Monday, March 4, 2013

Bernie


In the small East Texas town of Carthage, affable assistant funeral director Bernie Tiede (Jack Black) is the only person to successfully befriend wealthy, cantankerous widow Marjorie Nugent (Shirley MacLaine). But as time wears on, Marjorie becomes more and more demanding of Bernie until he finally kills her. Hiding her body in a freezer, he spends the next nine months using her money to do good works. Bernie’s sterling reputation – and the fact that nobody liked Marjorie – provides a challenge to local prosecutor Danny Buck (Matthew McConaughey), who is determined to convict him.

Few directors would have the audacity to turn a fairly recent (mid-1990s) real-life murder case into a dark comedy, but Richard Linklater did just that here. Based on a Texas Monthly article by Skip Hollandsworth (who also wrote the script), Bernie is filmed in a faux-documentary style with various townsfolk sharing recollections of people and events as the film’s story unfolds. Some of these segments are comedic gold – for instance, one man refers to a neighboring town as being full of rednecks he wouldn’t trust to work on his car. But for as funny as the film is, it also feels incredibly manipulative and insensitive. The film tries to make a hero out of someone who shot an 81-year-old woman in the back four times and lived off of her fortune, and that’s something that won’t sit right with viewers who are just the least bit rational.

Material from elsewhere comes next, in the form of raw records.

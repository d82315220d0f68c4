import { isAbsolute, join } from 'node:path';
import { z } from 'zod';
import { projectRoot } from './paths';

const GIB = 1024 ** 3;

const flag = z
  .enum(['0', '1'])
  .optional()
  .transform((value) => (value === undefined ? undefined : value === '1'));

const environmentSchema = z.object({
  PORT: z.coerce.number().int().min(0).max(65535).default(4310),
  HOST: z.string().min(1).default('127.0.0.1'),
  /** The data folder; relative to the project. */
  GUSTBOOK_DATA: z.string().min(1).default('.gustbook/data'),
  /** Where rebuilt things are kept between starts, such as the prepared database. */
  GUSTBOOK_CACHE: z.string().min(1).default('.gustbook/cache'),
  /** PostgreSQL; without it the embedded database in the data folder. */
  DATABASE_URL: z.url({ protocol: /^postgres(ql)?$/ }).optional(),
  GUSTBOOK_DEMO: flag,
  /** Address that people use, when it is not http://HOST:PORT. */
  GUSTBOOK_URL: z.url({ protocol: /^https?$/ }).optional(),
  /** First group and its lead on an empty data folder without demonstration; the lead chooses a password by the link in the outbox. */
  GUSTBOOK_FIRST_GROUP: z.string().trim().min(1).max(80).optional(),
  GUSTBOOK_FIRST_LEAD: z.email().optional(),
  GUSTBOOK_MAX_UPLOAD_BYTES: z.coerce
    .number()
    .int()
    .positive()
    .default(4 * GIB),
  /** A packed file may unpack to this much at most, and to at most this many times its own size. */
  GUSTBOOK_MAX_UNPACKED_BYTES: z.coerce
    .number()
    .int()
    .positive()
    .default(32 * GIB),
  GUSTBOOK_MAX_EXPANSION: z.coerce.number().positive().default(200),
  GUSTBOOK_MAX_FILES_PER_SYSTEM: z.coerce.number().int().positive().default(200_000),
  GUSTBOOK_WORKERS: z.coerce.number().int().min(1).max(64).optional(),
  /** Where the development client is served from. */
  GUSTBOOK_DEV_ORIGIN: z.url({ protocol: /^http$/, hostname: /^(localhost|127\.0\.0\.1)$/ }).optional(),
  /** A file for the log; without it the log goes to standard output. */
  GUSTBOOK_LOG_FILE: z.string().min(1).optional(),
  LOG_LEVEL: z.enum(['fatal', 'error', 'warn', 'info', 'debug', 'trace', 'silent']).default('info'),
});

export interface Config {
  port: number;
  host: string;
  dataFolder: string;
  cacheFolder: string;
  databaseUrl: string | null;
  /** Whether an empty data folder is filled with the invented demonstration. */
  demo: boolean;
  publicUrl: string | null;
  first: { groupName: string; leadEmail: string } | null;
  maxUploadBytes: number;
  maxUnpackedBytes: number;
  maxExpansion: number;
  maxFilesPerSystem: number;
  workers: number | null;
  devOrigin: string | null;
  logLevel: string;
  logFile: string | null;
}

export function isLoopbackHost(host: string): boolean {
  return host === 'localhost' || host === '::1' || /^127\./.test(host);
}

/** @throws Error that names each variable that is wrong, and why */
export function readConfig(environment: Record<string, string | undefined>): Config {
  const parsed = environmentSchema.safeParse(environment);
  if (!parsed.success) {
    const lines = parsed.error.issues.map((issue) => `  ${issue.path.join('.')}: ${issue.message}`);
    throw new Error(`The settings in the environment cannot be used:\n${lines.join('\n')}`);
  }
  const env = parsed.data;
  if ((env.GUSTBOOK_FIRST_GROUP === undefined) !== (env.GUSTBOOK_FIRST_LEAD === undefined)) {
    throw new Error('GUSTBOOK_FIRST_GROUP and GUSTBOOK_FIRST_LEAD belong together: set both or neither.');
  }
  const loopback = isLoopbackHost(env.HOST);
  if (env.GUSTBOOK_DEMO && !loopback) {
    throw new Error(
      'GUSTBOOK_DEMO=1 works on loopback only (HOST=127.0.0.1): the demonstration has passwords that everybody knows.',
    );
  }
  const absolute = (path: string) => (isAbsolute(path) ? path : join(projectRoot, path));
  return {
    port: env.PORT,
    host: env.HOST,
    dataFolder: absolute(env.GUSTBOOK_DATA),
    cacheFolder: absolute(env.GUSTBOOK_CACHE),
    databaseUrl: env.DATABASE_URL ?? null,
    demo: (env.GUSTBOOK_DEMO ?? env.GUSTBOOK_FIRST_GROUP === undefined) && loopback,
    publicUrl: env.GUSTBOOK_URL ?? null,
    first:
      env.GUSTBOOK_FIRST_GROUP && env.GUSTBOOK_FIRST_LEAD
        ? { groupName: env.GUSTBOOK_FIRST_GROUP, leadEmail: env.GUSTBOOK_FIRST_LEAD }
        : null,
    maxUploadBytes: env.GUSTBOOK_MAX_UPLOAD_BYTES,
    maxUnpackedBytes: env.GUSTBOOK_MAX_UNPACKED_BYTES,
    maxExpansion: env.GUSTBOOK_MAX_EXPANSION,
    maxFilesPerSystem: env.GUSTBOOK_MAX_FILES_PER_SYSTEM,
    workers: env.GUSTBOOK_WORKERS ?? null,
    devOrigin: env.GUSTBOOK_DEV_ORIGIN ?? null,
    logLevel: env.LOG_LEVEL,
    logFile: env.GUSTBOOK_LOG_FILE === undefined ? null : absolute(env.GUSTBOOK_LOG_FILE),
  };
}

Despite the flawed premise, Black is picture perfect in the lead role. Those accustomed to seeing him playing bombastic oafs will be shocked by how easily he transforms into a cultured, sensitive, and compassionate pansy. MacLaine is equally good as she portrays Nugent as a loathsome hag who is still quite believable. McConaughy, sporting a bad haircut, tries to appear as the voice of reason, but his prosecutor character is transparently (and appropriately, given the political nature of the job) self-serving. Just as in Dazed and Confused, the actor seems ten times slimier than normal while under Linklater’s direction.

Bernie closes with video of the real Bernie Tiede, now gray haired and sans moustache, serving his days in prison. That he has still kept his same affable expression lends credence to the saying “only in Texas….” In Linklater’s case, perhaps it should be amended to “only by Texans.”